In a preliminary trial, a piece of cotton saturated with vitamin E oil was applied to newly erupted cold sores and held in place for 15 minutes. The first application was performed in the dentist’s office. Participants were instructed to repeat the procedure every three hours for the rest of that day, and then three times daily for two more days. In nearly all cases, pain disappeared in less than eight hours. Application of vitamin E oil appeared to accelerate healing of the cold sores.16 Similar results were reported in another study.17
Application of an ointment containing propolis, the resin collected by bees from trees, has been shown to relieve genital herpes more effectively than topical acyclovir.18 It is likely that this treatment might also benefit people with cold sores, although this has not been tested. Propolis ointment should be applied four times per day.
Boric acid has antiviral activity. In a double-blind trial, topical application of an ointment containing boric acid (in the form of sodium borate) shortened the duration of cold sores by about one-third.19 However, concerns about potential toxicity have led some doctors to avoid the use of boric acid for this purpose.
A preliminary study found that people with recurrent cold sores have lower iron stores than healthy people.20 This may mean that correcting an iron deficiency might help prevent herpes outbreaks, but more research is necessary.
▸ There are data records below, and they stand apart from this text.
/**
 * Builds the renderer-neutral scene of a diagram figure: frame, axes, region fills, lines,
 * labels, legend and caption, in points (1/72 in) with the origin at the top left. Pure: no I/O.
 */
import { FigureFitError } from '../errors.js';
import type { BoundaryModel, DiagramModel, RegionClass } from '../model.js';
import { niceTicks, type Tick } from './axes.js';
import {
  clipPolyline,
  clipRing,
  inflate,
  insideRings,
  pointAlong,
  polylineLength,
  polylineSegments,
  rectPole,
  ringArea,
  ringSegments,
  segmentDistance,
  simplifyCollinear,
  type Segment,
} from './geometry.js';
import {
  baselineForCentre,
  firstFree,
  Layout,
  orientedBounds,
  placeLayerLabels,
  placeMarkLabel,
  placeRegionLabels,
  type LayerLabelRequest,
  textBox,
  boxSegments,
  type OrientedBox,
  type RegionLabelRequest,
} from './labels.js';
import { CAP_HEIGHT, FONT_SAFETY, runsExtent, runsWidth, stringWidth } from './metrics.js';
import { MIN_FONT_PT, mmToPt, validateOptions, type FigureOptions } from './options.js';
import { assignFills, CLASS_NAMES, CLASS_TINTS, fillGroup, inks, normColor, textInk, toGray } from './palette.js';
import type { Point, Rect, Scene, SceneGroup, SceneItem, ScenePath, SceneText, TextRun } from './scene-types.js';
import { expandScripts, formulaRuns, plainRuns, powerOfTenRuns, quantityRuns, richRuns, runsUnicode } from './typeset.js';

export type { Scene, SceneItem, ScenePath, SceneText, SceneCircle, SceneGroup, TextRun, Rect, Point, PlotFrame } from './scene-types.js';

export interface FigureInput {
  model: DiagramModel;
  options: FigureOptions;
  /** Boundaries at other activities: thinner lines labelled with their power of ten. */
  families?: { activity: number; boundaries: BoundaryModel[] }[];
  /** pH of neutral water at the diagram's temperature (dotted line when show.neutral). */
  neutralPH?: number;
  /** Caption lines given by the caller; the caution line is always added. */
  caption?: string[];
  /** Operating points (marker + label). */
  points?: { label: string; pH: number; E: number }[];
  /** Operating paths (polyline with an arrow at the end), points as [pH, E]. */
  paths?: { label: string; points: [number, number][] }[];
  /** Operating envelopes (hatched box). */
  boxes?: { label: string; pH: [number, number]; E: [number, number] }[];
  /**
   * Extra layers: boundaries in their own dash style, named in the legend, with small labels of
   * their regions in the layer's ink (where they fit clear of every line and label). `color` sets
   * the layer's ink (default: the style's overlay inks in turn).
   */
  overlays?: { label: string; model: DiagramModel; dash: string; color?: string }[];
  /**
   * Legend name of the base layer's boundaries when there are overlays or families, e.g.
   * "Fe, 25 °C, a = 10⁻⁶ (filled)"; default "boundaries, a = 10⁻⁶". Rich text ({H2O}, ^…^) allowed.
   */
  baseLabel?: string;
}
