# ---------------------------------------------------------------------------- lift
def lift_over_time(field: xr.DataArray, hours: float, temperature: xr.DataArray | None = None,
                   specific_humidity: xr.DataArray | None = None) -> xr.Dataset:
    """Vertical displacement of air under a steady ω or w over a duration.

    Parameters
    ----------
    field : xarray.DataArray
        ω [Pa s-1] or w [m s-1] (recognised by its units).
    hours : float
        Duration [h].
    temperature, specific_humidity : xarray.DataArray, optional
        To convert between pressure and height displacement (hydrostatic, ρ = p/(R_d T_v));
        without temperature only the displacement in the field's own coordinate is returned.

    Returns
    -------
    xarray.Dataset
        ``lift_height`` [m] (positive upward) and ``lift_pressure`` [hPa] (negative upward: the
        pressure change of the air), as far as they can be computed.

    Notes
    -----
    A kinematic estimate: Δz = w Δt and Δp = ω Δt with the velocity held constant over the
    duration (common practice: 10 cm s⁻¹ for 6 h lifts air about 2.2 km).  Horizontal motion
    and the change of the velocity along the path are neglected.
    """
    if hours <= 0:
        raise InputDataError(f"the duration must be positive; found {hours} h")
    dt = float(hours) * C.SECONDS_PER_HOUR
    units = field.attrs.get("units", "")
    out = xr.Dataset(attrs={"qgforce_duration_hours": float(hours),
                            "comment": "kinematic: steady vertical velocity, horizontal motion neglected"})
    from .thermo import density

    if units in ("Pa s-1", "Pa/s"):
        out["lift_pressure"] = (field * dt / 100.0).assign_attrs(units="hPa", long_name=f"pressure change of air over {hours:g} h")
        if temperature is not None:
            rho = density(temperature, specific_humidity)
            out["lift_height"] = (-field / (rho * C.GRAVITY) * dt).assign_attrs(units="m", long_name=f"vertical displacement over {hours:g} h")
    elif units in ("m s-1", "m/s"):
        out["lift_height"] = (field * dt).assign_attrs(units="m", long_name=f"vertical displacement over {hours:g} h")
        if temperature is not None:
            rho = density(temperature, specific_humidity)
            out["lift_pressure"] = (-field * rho * C.GRAVITY * dt / 100.0).assign_attrs(units="hPa", long_name=f"pressure change of air over {hours:g} h")
    else:
        raise InputDataError(f"lift_over_time needs omega in 'Pa s-1' or w in 'm s-1'; found units {units!r}")
    return out


# ============================================================================ attribution of ω
# Which forcing term drives the strongest ascent of an inversion (moved here from the jobs: it
# reads the inversion's own outputs).  Imports of this part are kept with it.
from dataclasses import dataclass  # noqa: E402

from . import _timetext  # noqa: E402
from . import variables as _variables  # noqa: E402

__all__ += ["Ascent", "strongest_ascent", "form_partition"]  # noqa: F405

@dataclass
class Ascent:
    """The strongest forced ascent of a result set and its attribution (see :func:`strongest_ascent`).

    Attributes
    ----------
    time : object or None
    level_pa, latitude, longitude : float
    omega : float
        ``omega_total`` there [Pa s-1] (negative: ascent).
    w : float or None
        ``w_total`` there [m s-1].
    form : str
        The form of ``omega_total``.
    terms : list of (name, omega, share)
        Additive terms of that form at the point, most negative first; share = omega_term / omega_total.
    parts : list of (name, omega, share)
        The sub-terms of the form (Q_n, Q_s in the Q-vector form), as shares of omega_total.
    other_form : tuple or None
        ``(form, omega_total, terms)`` of the second form at the point, when present.
    """

    time: object
    level_pa: float
    latitude: float
    longitude: float
    omega: float
    w: float | None
    form: str
    terms: list
    parts: list
    other_form: tuple | None = None

    def text(self) -> str:
        """A few lines for the printed summary."""
        lon = (self.longitude + 180.0) % 360.0 - 180.0
        where = (f"{abs(self.latitude):.1f}°{'N' if self.latitude >= 0 else 'S'} "
                 f"{abs(lon):.1f}°{'E' if lon >= 0 else 'W'}")
        when = f"{_timetext.time_text(self.time)}, " if self.time is not None else ""
        w = f" (w = {self.w * 100.0:+.1f} cm s-1)" if self.w is not None and np.isfinite(self.w) else ""
        lines = [f"strongest forced ascent (700-400 hPa): omega_total = {self.omega:.3f} Pa s-1{w} "
                 f"at {when}{self.level_pa / 100.0:g} hPa, {where}"]
        if self.terms:
            name, value, share = self.terms[0]
            parts = ", ".join(f"{_variables.label(n)} {s:.0%}" for n, _, s in self.parts)
            rest = ", ".join(f"{_variables.label(n)} {s:.0%}" for n, _, s in self.terms[1:])
            lines.append(f"  dominant term ({_form_label(self.form)} form): {_variables.label(name)}, {value:.3f} Pa s-1 = "
                         f"{share:.0%} of omega_total" + (f" (of which {parts})" if parts else "")
                         + (f"; also {rest}" if rest else ""))
        if self.other_form:
            form, total, terms = self.other_form
            lines.append(f"  {_form_label(form)} form there: omega_total = {total:.3f} Pa s-1, "
                         + ", ".join(f"{_variables.label(n)} {s:.0%}" for n, _, s in terms))
        return "\n".join(lines)


def strongest_ascent(results: xr.Dataset, layer_hpa=(700.0, 400.0), field_name: str = "omega_total") -> Ascent:
    """Where ``omega_total`` is most negative within a pressure layer, and which term forces it.

    Parameters
    ----------
    results : xarray.Dataset
        From :func:`build_results` with the omega outputs (computed or lazy).
    layer_hpa : (float, float)
        Pressures bounding the layer [hPa], inclusive.
    field_name : str
        The total ω to search.

    Returns
    -------
    Ascent

    Raises
    ------
    MissingVariableError
        Without ``field_name`` in the results.
    InputDataError
        No level in the layer, or no finite value there.

    Notes
    -----
    The terms are those listed in ``results[field_name].attrs["qgforce_terms"]`` (the additive
    right-hand-side terms of the form, :func:`qgforce.omega.invert_omega`); since the operator
    is linear their ω sum to ``omega_total``, so each share is ω_term / ω_total at the point.
    """
    if field_name not in results.data_vars:
        raise MissingVariableError(f"strongest_ascent needs {field_name!r} in the results (run the inversion)")
    total = results[field_name]
    lo, hi = sorted(float(v) * 100.0 for v in layer_hpa)
    layer = total.sel(level=total["level"][(total["level"] >= lo - 0.5) & (total["level"] <= hi + 0.5)])
    if layer.sizes["level"] == 0:
        raise InputDataError(f"no level of the results lies between {lo / 100:g} and {hi / 100:g} hPa")
    values = np.asarray(layer.values)
    if not np.isfinite(values).any():
        raise InputDataError(f"{field_name} has no finite value between {lo / 100:g} and {hi / 100:g} hPa")
    flat = int(np.nanargmin(values))
    index = dict(zip(layer.dims, np.unravel_index(flat, values.shape)))
    point = {d: layer[d].values[i] for d, i in index.items() if d in layer.coords}
    at = {d: int(i) for d, i in index.items()}

    def value(name):
        return float(results[name].sel(level=point["level"]).isel({d: i for d, i in at.items() if d != "level"}).values)

    lat = float(layer.isel(at)["latitude"].values)
    lon = float(layer.isel(at)["longitude"].values)
    om = float(values.flat[flat])
    form = str(total.attrs.get("qgforce_form", results.attrs.get("qgforce_form", "")))

    def attribution(form_name, total_name, total_value):
        terms_attr = str(results[total_name].attrs.get("qgforce_terms", "")).split()
        terms = [(t, value(f"omega_{t}")) for t in terms_attr if f"omega_{t}" in results.data_vars]
        terms = sorted(((t, v, v / total_value) for t, v in terms), key=lambda x: x[1])
        members = form_partition(results, form_name, terms_attr)
        parts = sorted(((t, value(f"omega_{t}"), value(f"omega_{t}") / total_value) for t in members),
                       key=lambda x: x[1])
        return terms, parts

    terms, parts = attribution(form, field_name, om)
    w_name = field_name.replace("omega_total", "w_total", 1)
    w = value(w_name) if w_name != field_name and w_name in results.data_vars else None
    other = None
    for other_form in _variables.FORMS_OF_OMEGA:
        name = f"omega_total_{other_form}"
        if other_form != form and name in results.data_vars:
            t_other = value(name)
            o_terms, _ = attribution(other_form, name, t_other)
            other = (other_form, t_other, o_terms)
    tdim = _timetext.time_dim(results)
    return Ascent(time=point.get(tdim) if tdim else None, level_pa=float(point["level"]),
                  latitude=lat, longitude=lon, omega=om, w=w, form=form, terms=terms, parts=parts, other_form=other)


def _form_label(form: str) -> str:
    return _variables.FORMS_OF_OMEGA.get(form, form)


def form_partition(results, form: str, terms) -> list:
    """The sub-terms of ``form`` inverted in ``results`` beyond its additive ``terms`` (Q_n, Q_s).

    Each is a right-hand-side term whose ``omega_<term>`` is in the results with
    ``qgforce_form == form`` (see :mod:`qgforce.variables`).
    """
    out = []
    for n in results.data_vars:
        row = _variables.find(n)
        if row is None or row.group != "omega" or row.form_shared or results[n].attrs.get("qgforce_form") != form:
            continue
        term = str(n)[len("omega_"):]
        if _variables.find(term) is not None and term not in terms:
            out.append(term)
    return out
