def test_every_step_makes_the_valid_times_the_time_axis(forecast_file, tmp_path, capsys):
    """--step all: every step of the forecast in one file, the valid times as the time axis, each
    equal to the analysis at that time (the forecast file is the two analyses relabelled)."""
    out = tmp_path / "steps.nc"
    status, stdout, err = cli(capsys, "compute", forecast_file, "--step", "all", "-o", out, "--dtype", "float64",
                              "--fields", "temperature_advection,q_vector_forcing")
    assert status == 0, err
    assert "2 time(s) x 2 level(s)" in stdout
    ref = library_terms(quiet_open(NC).isel(number=0))
    with xr.open_dataset(out) as got:
        assert got["time"].values.tolist() == ref["time"].values.tolist()  # the valid times
        assert got["forecast_reference_time"].values == np.datetime64("2017-01-01T00:00", "ns")
        assert got["step"].dims == ("time",)  # the step beside each valid time
        assert "step=all" in got.attrs["history"]
        for name in ("temperature_advection", "q_vector_forcing"):
            np.testing.assert_allclose(got[name].values, ref[name].values, rtol=1e-12, equal_nan=True, err_msg=name)
    maps = tmp_path / "maps"
    status, stdout, err = cli(capsys, "maps", forecast_file, "--step", "all", "--output-dir", maps,
                              "--fields", "temperature_advection", "--levels", "500", "--no-summary", "-q")
    assert status == 0, err
    assert sorted(p.name for p in maps.glob("*.png")) == [
        "temperature_advection_500hPa_20170101T0000.png", "temperature_advection_500hPa_20170101T1200.png"]


def test_every_step_of_several_forecasts_is_refused(tmp_path, capsys):
    """Two reference times × two steps: the valid time varies along two axes; --step all says so."""
    raw = xr.open_dataset(NC).isel(number=0).drop_vars(["step", "valid_time"]).load()
    steps = np.array([0, 6], dtype="timedelta64[h]").astype("timedelta64[ns]")
    fc = raw.expand_dims(step=steps).transpose("time", "step", ...)
    fc = fc.assign_coords(valid_time=(("time", "step"), raw["time"].values[:, None] + steps[None, :]))
    path = tmp_path / "two_forecasts.nc"
    fc.to_netcdf(path)
    status, _, err = cli(capsys, "compute", path, "--step", "all", "-o", tmp_path / "x.nc")
    assert_user_error(status, err, "every forecast step of one forecast", "2 reference times")
    assert not (tmp_path / "x.nc").exists()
Most people should not take iron supplements unless they have an iron deficiency, confirmed by a blood test.
Are there any side effects or interactions with cold sores?
Refer to the individual supplement for information about any side effects or interactions.
Herbs that may be helpful for cold sores
Lemon balm has antiviral properties. A cream containing an extract of lemon balm has been shown in double-blind trials to speed the healing of cold sores.21 In one double-blind trial, topical application of a 1% 70:1 extract of lemon-balm leaf cream, four times daily for five days, led to significantly fewer symptoms and fewer blisters than experienced by those using a placebo cream.22 In most studies, the lemon-balm cream was applied two to four times per day for five to ten days.
The proanthocyanidins in witch hazel have been shown to exert significant antiviral activity against herpes simplex 1 in the test tube.23 In a double-blind trial, people with acute cold sore outbreaks applied a topical cream containing 2% witch hazel bark extract or placebo six times a day for three to eight days.24 By the end of the eighth day, those using the witch-hazel cream had a pronounced and statistically significant reduction in the size and spread of the inflammation when compared to the placebo group.
Licorice in the form of a cream or gel may be applied directly to herpes sores three to four times per day. Licorice extracts containing glycyrrhizin or glycyrrhetinic acid should be used, as these are the constituents in licorice most likely to provide activity against the herpes simplex virus. There are no controlled trials demonstrating the effectiveness of this treatment, but a cream containing a synthetic version of glycyrrhetinic acid (carbenoxolone) was reported to speed healing time and reduce pain in people with herpes simplex.25
In traditional herbal medicine, tinctures of various herbs, including chaparral, St. John’s wort, goldenseal, myrrh, and echinacea, have been applied topically to herpes outbreaks in order to promote healing.
An extract from elderberry leaves, combined with St. John’s wort and soapwort (Saponaria officinalis), has been found to inhibit the herpes simplex virus in the test tube.26 However, the effect of these herbs on cold sores has not been studied.
Are there any side effects or interactions with cold sores?
Refer to the individual herb for information about any side effects or interactions.